1. 3D Printing in SpaceX Starship Launch

engine’s chamber and turbomachinery components of SpaceX SpaceX’s Starship, a next-generation spacecraft designed for missions to the Moon, Mars, and beyond, is at the cutting edge of aerospace innovation, with 3D printing technology playing an important role in its development. The Starship’s Raptor engines use metal 3D printing to create the engine’s chamber and turbomachinery components. This additive manufacturing process, known as Direct Metal Laser Sintering (DMLS), allows SpaceX to produce complex geometries that would not be possible with traditional manufacturing methods.

3D printing has a big advantage for the Raptor engines. That is, 3D Printing applications reduce the number of parts that need to be made. The main fuel valve of the engine, which used to be made up of more than one part, has been merged into a single 3D-printed part. This makes it easier to put together and also makes it more reliable and effective. SpaceX says that 3D printing has made the Raptor engine 30% lighter and dramatically cut the time it takes to make it compared to traditional methods.

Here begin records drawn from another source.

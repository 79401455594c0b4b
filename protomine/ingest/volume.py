"""Object-centric cylindrical feature volumes: lifting views of one object into a (C, R, A, H) grid.

Grid (see DEVELOPERS.md): radial bin i covers rho / rho_max in [i/R, (i+1)/R); azimuth bin j covers
phi in [j, j+1) * 360/A degrees counter-clockwise about up from the object's x axis (the reference
direction); height bin k covers z / z_max in [k/H, (k+1)/H).  rho_max = radial_margin * footprint
radius and z_max = height_margin * height, so every volume is scale-normalised; the metric size is kept
beside it.  Yawing the object by +d degrees rolls the volume by +d / (360/A) bins along azimuth, which is
what makes the pose search an FFT along one axis.

Channels (``CHANNELS``), per cell, fused over the frames that observed it:
  surface   1 - exp(-n / (k n75)): n = trilinear splat weight of the object's own points in this frame,
            n75 = its 75th percentile over the cells hit in this frame (resolution/distance invariant),
            k = volume.surface_points_per_cell
  free      fraction of observing frames in which a camera ray passed through the cell before
            hitting a surface (projective carving: cell depth < measured depth - margin; with
            ``carve_to_plane``, where the reading lies on the support plane, cell depth < measured depth:
            the space above an empty plane is free right down to it, so free space does not depend on
            which face is down)
  observed  number of frames that observed the cell (in front of or at the measured surface; with
            ``others_unseen``, only in front of a reading another object holds: a touching neighbour's
            surface is not evidence about this object)
            With ``others_free`` a cell at a reading another object holds counts as free instead (the
            neighbour, not this object, fills it: what the object standing alone would show there)
            With ``plane_band`` > 0 a frame counts for less than one at a cell in the band just above the
            support plane that reads empty (seen, not free, none of the object's points): the ingest gives no
            reading at or under its cut height to an object, so a part lying flush with the plane and the bare
            plane read alike there (:func:`band_discount`; the band is ``plane_band`` x that cut, which the
            plane fit's own noise sets: ``ingest.proposals.object_cut``)
  red, green, blue   mean colour of the points splatted into the cell, in [0, 1]
A cell behind a surface (occluded) or at a pixel with no depth reading is not observed in that frame, so
"unseen" is never confused with "empty": a projector shadow or a dropout leaves its cells unobserved.  A cell
with the object's points in it is observed, except, with ``unread_min_surface`` > 0, one whose own pixel has no
reading and whose surface evidence stays below that: the trilinear spill of a neighbour's points says nothing
about whether it is empty (beside a shadowed silhouette such cells read "seen, not free").  A
flying pixel (a reading between a near and a far surface at a depth edge, ``depthedges``) counts as no
reading: it is neither surface (proposals never give it to an object) nor free space in front of it.  Single-view lifting is the same code with one frame; its
volume is partial (observed = 0 where unseen).
"""
from __future__ import annotations

from dataclasses import dataclass
from functools import lru_cache

import numpy as np

from ..geometry import EPS, camera_to_world, invert_rigid, pixels_to_camera, plane_basis, transform_points
from .depthedges import steady_depth_at

_UNIT_BYTE = np.arange(256) / 255.0    # each byte's value in [0, 1], float64
_UNIT_BYTE.setflags(write=False)

CHANNELS = ("surface", "free", "observed", "red", "green", "blue")
FEATURES = ("surface", "free", "red*surface", "green*surface", "blue*surface")


@dataclass(frozen=True)
class Grid:
    radial_bins: int = 8
    azimuth_bins: int = 36
    height_bins: int = 12
    radial_margin: float = 1.15
    height_margin: float = 1.10
    surface_points_per_cell: float = 3.0
    carve_margin_cells: float = 0.75
    carve_to_plane: bool = False
    unread_min_surface: float = 0.0
    others_unseen: bool = False
    others_free: bool = False
    plane_band: float = 0.0

    @classmethod
    def from_config(cls, cfg: dict) -> "Grid":
        return cls(**cfg["volume"])

    @property
    def shape(self) -> tuple[int, int, int]:
        return (self.radial_bins, self.azimuth_bins, self.height_bins)

    @property
    def reads_others(self) -> bool:
        """Whether lifting reads the pixels other objects hold (``others_unseen`` or ``others_free``)."""
        return self.others_unseen or self.others_free


@dataclass
class View:
    """One frame's look at one object.

    depth (H, W) metres (0 = no reading); rgb (H, W, 3) uint8; K (3, 3); cam_to_world (4, 4);
    pixels: flat indices (M,) into (H, W) of the pixels that belong to the object.
    flying: (H, W) bool ``depthedges.flying_pixels(depth)`` when the caller has it (a frame's, computed once for
    all its objects); None: lifting tests the pixels it reads (``depthedges.steady_depth_at``, the same flags).
    others: (H * W,) bool, the pixels whose readings other objects of the frame hold (their masks or proposals),
    when the caller has them; with ``Grid.others_unseen`` a cell at such a reading is not observed, with
    ``Grid.others_free`` it is free.
    cut_m: the height (m) above the support plane at or below which none of this frame's readings is the object's
    (``ingest.proposals.object_cut``, from the plane fit's own noise); with ``Grid.plane_band`` > 0 the cells in the
    band up to ``plane_band`` x cut_m that read empty count less (:func:`band_discount`).
    """
    depth: np.ndarray
    rgb: np.ndarray
    K: np.ndarray
    cam_to_world: np.ndarray
    pixels: np.ndarray
    flying: np.ndarray | None = None
    others: np.ndarray | None = None
    cut_m: float = 0.0


@dataclass
class ObjectFrame:
    """Where an object sits: base centre on the plane (3,), up (3,), footprint radius and height (m)."""
    origin: np.ndarray
    up: np.ndarray
    radius: float
    height: float


def cell_centres(grid: Grid, frame: ObjectFrame) -> np.ndarray:
    """World coordinates (R, A, H, 3) of the cell centres."""
    return _cell_centres(grid, frame, plane_basis(frame.up))


def _cell_centres(grid: Grid, frame: ObjectFrame, basis: np.ndarray) -> np.ndarray:
    """:func:`cell_centres` with the object frame's ``plane_basis`` (3, 3) already computed."""
    local = _local_centres(grid, [frame])[0]
    return (local.reshape(-1, 3) @ basis + frame.origin).reshape(local.shape)   # one (R A H, 3) product, not R A small ones


def _local_centres(grid: Grid, frames: list[ObjectFrame]) -> np.ndarray:
    """(n, R, A, H, 3) the cell centres of each frame in its own (x, y, up) axes, before its basis and origin: the
    products of a meshgrid of the grid's axes (times the frame's radius and height), by broadcasting (same values,
    no grids)."""
    R, A, H = grid.shape
    rho_unit, cos_phi, sin_phi, z_unit = _cell_axes(R, A, H, grid.radial_margin, grid.height_margin)
    rho = rho_unit[None, :] * np.array([f.radius for f in frames], np.float64)[:, None]   # (n, R)
    z = z_unit[None, :] * np.array([f.height for f in frames], np.float64)[:, None]       # (n, H)
    local = np.empty((len(frames), R, A, H, 3))
    local[..., 0] = rho[:, :, None, None] * cos_phi[None, None, :, None]
    local[..., 1] = rho[:, :, None, None] * sin_phi[None, None, :, None]
    local[..., 2] = z[:, None, None, :]
    return local


@lru_cache(maxsize=16)
def _cell_axes(R: int, A: int, H: int, radial_margin: float, height_margin: float) -> tuple[np.ndarray, ...]:
    """The grid's cell-centre axes before the object's size: (i + 0.5) / R * radial_margin (R,), cos and sin of
    the azimuths (A,), (k + 0.5) / H * height_margin (H,) (read-only; times the radius and the height they are the
    same floats as computed in one expression, which multiplies left to right)."""
    rho = (np.arange(R) + 0.5) / R * radial_margin
    phi = (np.arange(A) + 0.5) / A * 2 * np.pi
    z = (np.arange(H) + 0.5) / H * height_margin
    out = (rho, np.cos(phi), np.sin(phi), z)
    for a in out:
        a.setflags(write=False)
    return out


def up_basis(up: np.ndarray) -> np.ndarray:
    """``plane_basis(up)`` (3, 3), read-only, cached by the up vector's float64 value."""
    return _basis(np.asarray(up, np.float64).tobytes())


@lru_cache(maxsize=64)
def _basis(up: bytes) -> np.ndarray:
    """``plane_basis`` of the up vector (3,) float64 given by its bytes, read-only: the objects of a capture
    share their plane's up, and the basis costs more than a thousand of their cells' arithmetic."""
    b = plane_basis(np.frombuffer(up, np.float64))
    b.setflags(write=False)
    return b


def _splat(grid: Grid, frame: ObjectFrame, pts_world: np.ndarray, values: np.ndarray,
           basis: np.ndarray | None = None) -> np.ndarray:
    """Trilinear splat of values (M, V) at world points (M, 3) into (V+1, R, A, H): weight, weighted values.

    ``basis``: the object frame's ``plane_basis`` when the caller has it already.
    """
    return _splat_stack(grid, [(frame, pts_world, values, basis)])[:, 0].reshape((-1,) + grid.shape)


def _splat_stack(grid: Grid, items: list[tuple]) -> np.ndarray:
    """(V+1, len(items), R A H): :func:`_splat` of each (frame, pts_world (M, 3), values (M, V), basis or None), V the same for all: the
    same arrays (the same floats), by one set of array operations over all the items' points (each item's object
    frame repeated per point; a scalar and an array of it give the same IEEE results) and one bincount a channel,
    item i's corners in bins i (n_cells + 1) + cell, each bin summing the same products in the same order."""
    R, A, H = grid.shape
    n_cells = R * A * H
    nv = items[0][2].shape[1] + 1 if items else 1
    counts = np.array([len(it[1]) for it in items], np.intp)
    if counts.sum() == 0:
        return np.zeros((nv, len(items), n_cells))
    local = np.concatenate([(pts - fr.origin) @ (plane_basis(fr.up) if bs is None else bs).T
                            for fr, pts, _, bs in items if len(pts)])
    values = np.concatenate([vals for _, pts, vals, _ in items if len(pts)])
    rad = np.repeat([grid.radial_margin * fr.radius for fr, *_ in items], counts)
    hgt = np.repeat([grid.height_margin * fr.height for fr, *_ in items], counts)
    rho = np.hypot(local[:, 0], local[:, 1]) / rad * R - 0.5
    phi = np.arctan2(local[:, 1], local[:, 0])
    phi += np.where(phi < 0, 2 * np.pi, 0.0)          # [0, 2 pi): np.mod(phi, 2 pi) for phi in [-pi, pi]
    phi = phi / (2 * np.pi) * A - 0.5
    z = local[:, 2] / hgt * H - 0.5
    i0, j0, k0 = np.floor(rho), np.floor(phi), np.floor(z)
    fr, fp, fz = rho - i0, phi - j0, z - k0
    # the 8 corners at once: index and weight arrays (2, 2, 2, M), corner (di, dj, dk) along the first axes;
    # points just inside the axis or the rim/top keep their whole weight in the edge bin
    step = np.arange(2)[:, None]
    ii = np.minimum(np.maximum(i0.astype(np.intp) + step, 0), R - 1)   # np.clip, without its dispatch
    jj = j0.astype(np.intp) + step                    # in [-1, A]: wrapped about the axis
    jj[jj < 0] += A
    jj[jj >= A] -= A
    kk = k0.astype(np.intp) + step
    wi, wj, wk = np.stack([1 - fr, fr]), np.stack([1 - fp, fp]), np.stack([1 - fz, fz])
    flat = (ii[:, None, None] * A + jj[None, :, None]) * H + kk[None, None, :]
    w = wi[:, None, None] * wj[None, :, None] * wk[None, None, :]
    ok = ((kk >= 0) & (kk < H))[None, None, :] & (rho < R)
    # corners outside the grid (below the base, above the top, beyond the rim) go to a spare bin past the
    # end of their item's block, dropped after: one bincount per channel over every corner, no masked copies
    flat = (np.where(ok, flat, n_cells) + np.repeat(np.arange(len(items)) * (n_cells + 1), counts)).reshape(-1)
    size = len(items) * (n_cells + 1)
    out = np.empty((nv, len(items), n_cells))
    out[0] = np.bincount(flat, weights=w.reshape(-1), minlength=size).reshape(len(items), -1)[:, :n_cells]
    for c, vc in enumerate(np.ascontiguousarray(values.T)):   # each channel's values contiguous
        out[c + 1] = np.bincount(flat, weights=(w * vc).reshape(-1), minlength=size).reshape(len(items), -1)[:, :n_cells]
    return out


def _percentile75(x: np.ndarray) -> float:
    """``np.percentile(x, 75)`` (numpy's default linear method) of a non-empty 1-D float64 array, the same float:
    the two order statistics by a partition and numpy's interpolation step, without its general machinery (which
    costs more than the rest of a single-view cell's arithmetic)."""
    n = len(x)
    vi = 0.75 * n - 0.75                             # numpy's virtual index n q + (1 - q) - 1 for q = 0.75
    lo = int(np.floor(vi))
    hi = min(lo + 1, n - 1)
    part = np.partition(x, (lo, hi)) if hi != lo else np.partition(x, lo)
    a, b, t = part[lo], part[hi], vi - lo
    diff = b - a
    return float(b - diff * (1 - t)) if t >= 0.5 else float(a + diff * t)   # numpy's _lerp


def _on_support(v: View, u: np.ndarray, r: np.ndarray, d: np.ndarray, frame: ObjectFrame, tol: float) -> np.ndarray:
    """True where the reading d (M,) at pixel (u, r) (M,) lies within ``tol`` of the support plane (the plane
    through ``frame.origin`` normal to ``frame.up``) and is not one of the object's own pixels (a long, low
    object's sides lie that close to the plane).  The ray to such a reading met nothing above the plane, so a
    cell in front of it is free right down to the plane: without this, a layer of "seen but not free" cells
    (within the carve margin of the plane) lines every volume's base, which a copy tipped onto another face
    turns into a wall of non-free cells where an object lying that way shows free space."""
    own = np.zeros(v.depth.size, bool)
    own[v.pixels] = True
    near = np.abs((camera_to_world(pixels_to_camera(u, r, d, v.K), v.cam_to_world) - frame.origin) @ frame.up) <= tol
    h, w = v.depth.shape
    return (d > 0) & near & ~own[np.clip(r, 0, h - 1) * w + np.clip(u, 0, w - 1)]  # d = 0 outside the image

SpaceX uses materials like Inconel, a group of austenitic nickel-chromium-based superalloys that can handle high temperatures and high pressures. Using 3D printing with Inconel to make cooling channels inside the engine parts that work as well as possible is important for controlling the heat that is made during launches and when the spacecraft comes back to Earth. Another area where 3D printing really shines is when it comes to the environment. Compared to subtractive manufacturing, 3D printing reduces waste by only using the right amount of material. SpaceX wants to be environmentally friendly, and the aerospace industry overall wants to be environmentally friendly.

3D printing was a big part of designing, developing, and building SpaceX’s Starship. Its increased efficiency, shorter wait times, and better engine performance have helped the company reach its high targets. As SpaceX keeps improving and expanding its 3D printing capabilities, it could change not only how it works but also how aircraft products are made as a whole.

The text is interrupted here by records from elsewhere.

"""Local convexity (Stein et al., CVPR 2014) on hand-made point sets with known answers."""
from __future__ import annotations

import numpy as np

from protomine.ingest.convexity import convex_parts, stands_alone, voxel_normals


def _sphere(c, r, n=1500, seed=0):
    v = np.random.default_rng(seed).normal(size=(n, 3))
    v /= np.linalg.norm(v, axis=1, keepdims=True)
    return np.asarray(c) + r * v


def _parts(pts, cams):
    views = cams - pts
    views /= np.linalg.norm(views, axis=1, keepdims=True)
    lab = np.zeros(len(pts), int)
    n = voxel_normals(pts, views, lab, radius=0.008)
    parts, _ = convex_parts(pts, n, lab, adjacency=0.006, concave_deg=15.0)
    sizes = np.bincount(parts)
    return (sizes >= 0.2 * len(pts) / 2).sum()


def test_one_sphere_is_one_convex_part():
    pts = _sphere((0, 0, 0.05), 0.04)
    assert _parts(pts, pts * 3.0) == 1            # viewed from outside: normals point away from the centre


def _fold(sign: float) -> int:
    """Parts of two 5 x 6 cm planes meeting at 90 degrees along the y axis, z = sign |x|, seen from above."""
    g = np.stack(np.meshgrid(np.arange(-0.05, 0.05, 0.003), np.arange(0, 0.06, 0.003), indexing="ij"), -1).reshape(-1, 2)
    pts = np.c_[g, sign * np.abs(g[:, 0])]
    views = np.tile([0, 0, 1.0], (len(pts), 1))
    lab = np.zeros(len(pts), int)
    n = voxel_normals(pts, views, lab, radius=0.0084)
    parts, _ = convex_parts(pts, n, lab, adjacency=0.006, concave_deg=15.0)
    return int((np.bincount(parts) >= 0.3 * len(pts) / 2).sum())


def test_a_groove_is_cut_and_a_ridge_is_not():
    # the definition: (n_i - n_j) . (x_i - x_j) < 0 is concave (Stein et al. 2014, eq. 1-2)
    assert _fold(+1.0) == 2          # a V groove, as where two objects meet
    assert _fold(-1.0) == 1          # a roof ridge, as a box's edge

2. 3D Printing in Tiangong-2 Satellite

Tiangong-2-Satellite-launch China’s space program has reached a major milestone with the launch of the Tiangong-2 satellite. This satellite utilize 3D printing technology in a unique way that improves its functionality and mission powers. One important way that 3D printing is used on the Tiangong-2 is to make fuel tanks. It is very important to keep the propellants in these tanks. These fuels are what the satellite needs to move around in space and stay put. A strong laser melts metal powders one layer at a time to make complex forms with great accuracy. A type of powder bed fusion called Selective Laser Melting (SLM) was used to make these tanks.

The SLM process made it possible to make fuel tanks with complex internal structures, such as honeycomb and lattice designs, which help reduce weight without affecting the strength of the structure. Tiangong-2’s 3D-printed fuel tanks are 30% lighter than tanks that were made the old-fashioned way. This is very important for a satellite like Tiangong-2 because every kilogram counts. This weight loss not only makes it possible to carry more stuff but also makes the satellite use less fuel, which extends its useful life.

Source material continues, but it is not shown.